**WHAT YOU ARE ASKED TO DO**
The full set of lines below has to be written out again exactly.

** Opening TASK DATA block **

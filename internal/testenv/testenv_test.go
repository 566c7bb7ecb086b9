package testenv

import (
	"bufio"
	"context"
	"fmt"
	"io"
	"net"
	"net/http"
	"net/url"
	"strings"
	"testing"
	"time"
)

// TestSharedServers checks that the servers started by scripts/testenv.sh
// answer: the broker accepts an MQTT CONNECT and the InfluxDB database
// accepts a write and returns it from a query.
func TestSharedServers(t *testing.T) {
	u, err := url.Parse(MQTT(t))
	if err != nil {
		t.Fatalf("MQTT url: %v", err)
	}
	mqttConnect(t, u.Host)

	s := Influx(t)
	if s.Bucket != s.DB+"/autogen" || s.Org != "-" {
		t.Fatalf("Influx() = %+v: want Bucket DB/autogen and Org -", s)
	}
	db := NewDatabase(t)
	roundTrip(t, db.URL, db.DB)
}

// TestPrivateServers starts private servers, stops and restarts them and
// checks that they come back on the same port with their data.
func TestPrivateServers(t *testing.T) {
	m := StartMosquitto(t)
	mqttConnect(t, m.Addr())
	m.Restart()
	mqttConnect(t, m.Addr())
	m.Stop()
	if err := dialOnce(m.Addr()); err == nil {
		t.Fatalf("broker still accepts connections after Stop")
	}
	m.Start()
	mqttConnect(t, m.Addr())

	p := StartInfluxWith(t, InfluxOptions{NoFlux: true})
	roundTrip(t, p.URL(), p.Server().DB)
	p.Stop()
	if err := ping(p.URL()); err == nil {
		t.Fatalf("influxd still answers after Stop")
	}
	p.Start()
	// The point written before the stop is still there after the start.
	if got := count(t, p.URL(), p.Server().DB); got != 1 {
		t.Fatalf("points after restart: got %d, want 1", got)
	}
}

// mqttConnect sends a minimal MQTT 3.1.1 CONNECT (OASIS MQTT 3.1.1 §3.1)
// and expects CONNACK with return code 0 (§3.2).
func mqttConnect(t *testing.T, addr string) {
	t.Helper()
	c, err := net.DialTimeout("tcp", addr, 5*time.Second)
	if err != nil {
		t.Fatalf("dial broker %s: %v", addr, err)
	}
	defer c.Close()
	_ = c.SetDeadline(time.Now().Add(5 * time.Second))
	id := "testenv-probe"
	vh := []byte{0, 4, 'M', 'Q', 'T', 'T', 4, 0x02, 0, 30}
	payload := append([]byte{0, byte(len(id))}, id...)
	pkt := append([]byte{0x10, byte(len(vh) + len(payload))}, vh...)
	pkt = append(pkt, payload...)
	if _, err := c.Write(pkt); err != nil {
		t.Fatalf("write CONNECT: %v", err)
	}
	ack := make([]byte, 4)
	if _, err := io.ReadFull(c, ack); err != nil {
		t.Fatalf("read CONNACK: %v", err)
	}
	if ack[0] != 0x20 || ack[3] != 0 {
		t.Fatalf("CONNACK = % x, want 20 02 xx 00", ack)
	}
}

func roundTrip(t *testing.T, base, db string) {
	t.Helper()
	resp, err := http.Post(base+"/write?db="+db, "text/plain",
		strings.NewReader("probe,sensor=S1 value=1.5 1700000000000000000\n"))
	if err != nil {
		t.Fatalf("write: %v", err)
	}
	resp.Body.Close()
	if resp.StatusCode != http.StatusNoContent {
		t.Fatalf("write: got %s, want 204", resp.Status)
	}
	if got := count(t, base, db); got != 1 {
		t.Fatalf("points: got %d, want 1", got)
	}
}

func count(t *testing.T, base, db string) int {
	t.Helper()
	ctx, cancel := context.WithTimeout(context.Background(), 10*time.Second)
	defer cancel()
	q := url.Values{"db": {db}, "q": {"SELECT count(value) FROM probe"}}
	req, _ := http.NewRequestWithContext(ctx, http.MethodGet, base+"/query?"+q.Encode(), nil)
	resp, err := http.DefaultClient.Do(req)
	if err != nil {
		t.Fatalf("query: %v", err)
	}
	defer resp.Body.Close()
	line, _ := bufio.NewReader(resp.Body).ReadString('\n')
	// {"results":[{"statement_id":0,"series":[{"name":"probe","columns":["time","count"],"values":[["1970-01-01T00:00:00Z",1]]}]}]}
	var n int
	i := strings.LastIndex(line, ",")
	if i < 0 || !strings.Contains(line, `"count"`) {
		return 0
	}
	if _, err := fmt.Sscanf(line[i+1:], "%d]", &n); err != nil {
		t.Fatalf("query answer %q: %v", line, err)
	}
	return n
}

** Closing TASK DATA block **

**RESULT**
filename internal/testenv/testenv_test.go
repository 566c7bb7ecb086b9
package testenv

import (
	"bufio"
	"context"
	"fmt"
	"io"
	"net"
	"net/http"
	"net/url"
	"strings"
	"testing"
	"time"
)

// TestSharedServers checks that the servers started by scripts/testenv.sh
// answer: the broker accepts an MQTT CONNECT and the InfluxDB database
// accepts a write and returns it from a query.
func TestSharedServers(t *testing.T) {
	u, err := url.Parse(MQTT(t))
	if err != nil {
		t.Fatalf("MQTT url: %v", err)
	}
	mqttConnect(t, u.Host)

	s := Influx(t)
	if s.Bucket != s.DB+"/autogen" || s.Org != "-" {
		t.Fatalf("Influx() = %+v: want Bucket DB/autogen and Org -", s)
	}
	db := NewDatabase(t)
	roundTrip(t, db.URL, db.DB)
}

// TestPrivateServers starts private servers, stops and restarts them and
// checks that they come back on the same port with their data.
func TestPrivateServers(t *testing.T) {
	m := StartMosquitto(t)
	mqttConnect(t, m.Addr())
	m.Restart()
	mqttConnect(t, m.Addr())
	m.Stop()
	if err := dialOnce(m.Addr()); err == nil {
		t.Fatalf("broker still accepts connections after Stop")
	}
	m.Start()
	mqttConnect(t, m.Addr())

	p := StartInfluxWith(t, InfluxOptions{NoFlux: true})
	roundTrip(t, p.URL(), p.Server().DB)
	p.Stop()
	if err := ping(p.URL()); err == nil {
		t.Fatalf("influxd still answers after Stop")
	}
	p.Start()
	// The point written before the stop is still there after the start.
	if got := count(t, p.URL(), p.Server().DB); got != 1 {
		t.Fatalf("points after restart: got %d, want 1", got)
	}
}

// mqttConnect sends a minimal MQTT 3.1.1 CONNECT (OASIS MQTT 3.1.1 §3.1)
// and expects CONNACK with return code 0 (§3.2).
func mqttConnect(t *testing.T, addr string) {
	t.Helper()
	c, err := net.DialTimeout("tcp", addr, 5*time.Second)
	if err != nil {
		t.Fatalf("dial broker %s: %v", addr, err)
	}
	defer c.Close()
	_ = c.SetDeadline(time.Now().Add(5 * time.Second))
	id := "testenv-probe"
	vh := []byte{0, 4, 'M', 'Q', 'T', 'T', 4, 0x02, 0, 30}
	payload := append([]byte{0, byte(len(id))}, id...)
	pkt := append([]byte{0x10, byte(len(vh) + len(payload))}, vh...)
	pkt = append(pkt, payload...)
	if _, err := c.Write(pkt); err != nil {
		t.Fatalf("write CONNECT: %v", err)
	}
	ack := make([]byte, 4)
	if _, err := io.ReadFull(c, ack); err != nil {
		t.Fatalf("read CONNACK: %v", err)
	}
	if ack[0] != 0x20 || ack[3] != 0 {
		t.Fatalf("CONNACK = % x, want 20 02 xx 00", ack)
	}
}

func roundTrip(t *testing.T, base, db string) {
	t.Helper()
	resp, err := http.Post(base+"/write?db="+db, "text/plain",
		strings.NewReader("probe,sensor=S1 value=1.5 1700000000000000000\n"))
	if err != nil {
		t.Fatalf("write: %v", err)
	}
	resp.Body.Close()
	if resp.StatusCode != http.StatusNoContent {
		t.Fatalf("write: got %s, want 204", resp.Status)
	}
	if got := count(t, base, db); got != 1 {
		t.Fatalf("points: got %d, want 1", got)
	}
}

func count(t *testing.T, base, db string) int {
	t.Helper()
	ctx, cancel := context.WithTimeout(context.Background(), 10*time.Second)
	defer cancel()
	q := url.Values{"db": {db}, "q": {"SELECT count(value) FROM probe"}}
	req, _ := http.NewRequestWithContext(ctx, http.MethodGet, base+"/query?"+q.Encode(), nil)
	resp, err := http.DefaultClient.Do(req)
	if err != nil {
		t.Fatalf("query: %v", err)
	}
	defer resp.Body.Close()
	line, _ := bufio.NewReader(resp.Body).ReadString('\n')
	// {"results":[{"statement_id":0,"series":[{"name":"probe","columns":["time","count"],"values":[["1970-01-01T00:00:00Z",1]]}]}]}
	var n int
	i := strings.LastIndex(line, ",")
	if i < 0 || !strings.Contains(line, `"count"`) {
		return 0
	}
	if _, err := fmt.Sscanf(line[i+1:], "%d]", &n); err != nil {
		t.Fatalf("query answer %q: %v", line, err)
	}
	return n
}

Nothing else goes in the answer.